▽

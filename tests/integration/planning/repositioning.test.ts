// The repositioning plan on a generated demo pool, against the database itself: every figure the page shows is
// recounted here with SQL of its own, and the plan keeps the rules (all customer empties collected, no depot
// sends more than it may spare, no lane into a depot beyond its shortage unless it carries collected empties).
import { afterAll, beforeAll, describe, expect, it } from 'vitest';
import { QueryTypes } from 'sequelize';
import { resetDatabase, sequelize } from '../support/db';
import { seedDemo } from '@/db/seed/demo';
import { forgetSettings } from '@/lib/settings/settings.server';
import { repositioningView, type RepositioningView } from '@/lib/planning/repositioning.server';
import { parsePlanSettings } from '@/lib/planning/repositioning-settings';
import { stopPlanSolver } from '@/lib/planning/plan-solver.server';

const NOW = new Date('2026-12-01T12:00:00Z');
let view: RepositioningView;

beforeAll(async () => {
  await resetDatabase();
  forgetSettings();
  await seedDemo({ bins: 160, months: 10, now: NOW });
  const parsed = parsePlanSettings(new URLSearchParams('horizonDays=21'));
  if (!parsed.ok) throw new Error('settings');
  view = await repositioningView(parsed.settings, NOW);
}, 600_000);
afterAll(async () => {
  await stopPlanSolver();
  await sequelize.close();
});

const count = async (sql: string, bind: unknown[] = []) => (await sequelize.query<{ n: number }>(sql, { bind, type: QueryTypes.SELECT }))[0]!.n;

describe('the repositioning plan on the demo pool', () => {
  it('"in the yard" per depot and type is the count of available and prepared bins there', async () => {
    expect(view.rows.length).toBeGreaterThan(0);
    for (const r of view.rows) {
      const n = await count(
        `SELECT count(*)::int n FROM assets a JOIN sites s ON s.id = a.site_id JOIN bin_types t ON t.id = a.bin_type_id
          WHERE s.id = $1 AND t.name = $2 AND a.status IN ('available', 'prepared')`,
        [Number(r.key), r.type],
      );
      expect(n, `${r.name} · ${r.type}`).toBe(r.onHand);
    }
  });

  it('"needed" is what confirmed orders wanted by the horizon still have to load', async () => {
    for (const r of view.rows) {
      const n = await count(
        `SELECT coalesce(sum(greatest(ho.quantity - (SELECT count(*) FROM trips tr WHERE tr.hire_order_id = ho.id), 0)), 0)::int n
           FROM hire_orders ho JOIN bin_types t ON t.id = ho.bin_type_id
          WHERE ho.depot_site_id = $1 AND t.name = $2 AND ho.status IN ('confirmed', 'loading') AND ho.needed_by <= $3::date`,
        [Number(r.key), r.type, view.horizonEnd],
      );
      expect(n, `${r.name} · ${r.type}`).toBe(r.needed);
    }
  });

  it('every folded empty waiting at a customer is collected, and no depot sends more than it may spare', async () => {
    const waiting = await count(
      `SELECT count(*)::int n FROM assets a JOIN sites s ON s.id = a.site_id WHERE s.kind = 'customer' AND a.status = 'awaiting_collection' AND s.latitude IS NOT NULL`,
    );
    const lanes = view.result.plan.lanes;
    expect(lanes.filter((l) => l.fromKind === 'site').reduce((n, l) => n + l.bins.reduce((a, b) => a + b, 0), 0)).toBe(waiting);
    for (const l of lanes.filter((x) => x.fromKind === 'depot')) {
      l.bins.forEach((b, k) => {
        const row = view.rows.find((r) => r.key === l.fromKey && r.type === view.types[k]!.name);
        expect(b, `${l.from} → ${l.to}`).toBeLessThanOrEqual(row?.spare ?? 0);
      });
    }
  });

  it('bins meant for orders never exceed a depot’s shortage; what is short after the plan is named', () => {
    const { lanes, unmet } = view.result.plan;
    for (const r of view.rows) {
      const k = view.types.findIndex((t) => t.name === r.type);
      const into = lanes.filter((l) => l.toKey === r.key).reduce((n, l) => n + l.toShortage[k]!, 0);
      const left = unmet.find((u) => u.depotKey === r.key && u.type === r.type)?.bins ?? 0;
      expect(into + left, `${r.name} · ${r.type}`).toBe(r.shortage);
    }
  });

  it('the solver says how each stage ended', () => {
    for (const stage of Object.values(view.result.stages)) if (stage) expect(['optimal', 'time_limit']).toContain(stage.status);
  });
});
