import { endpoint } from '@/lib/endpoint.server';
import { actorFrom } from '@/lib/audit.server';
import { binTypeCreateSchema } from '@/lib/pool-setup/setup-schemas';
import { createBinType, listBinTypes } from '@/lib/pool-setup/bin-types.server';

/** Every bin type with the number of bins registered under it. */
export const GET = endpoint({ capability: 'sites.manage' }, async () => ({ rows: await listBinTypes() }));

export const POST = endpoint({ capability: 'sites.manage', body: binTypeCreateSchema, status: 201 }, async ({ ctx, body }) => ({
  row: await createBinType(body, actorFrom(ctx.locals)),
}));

△

## Required action
Return, from the data above, each line in which the string "empties" appears.

## Result of this exercise
// recounted here with SQL of its own, and the plan keeps the rules (all customer empties collected, no depot
// sends more than it may spare, no lane into a depot beyond its shortage unless it carries collected empties).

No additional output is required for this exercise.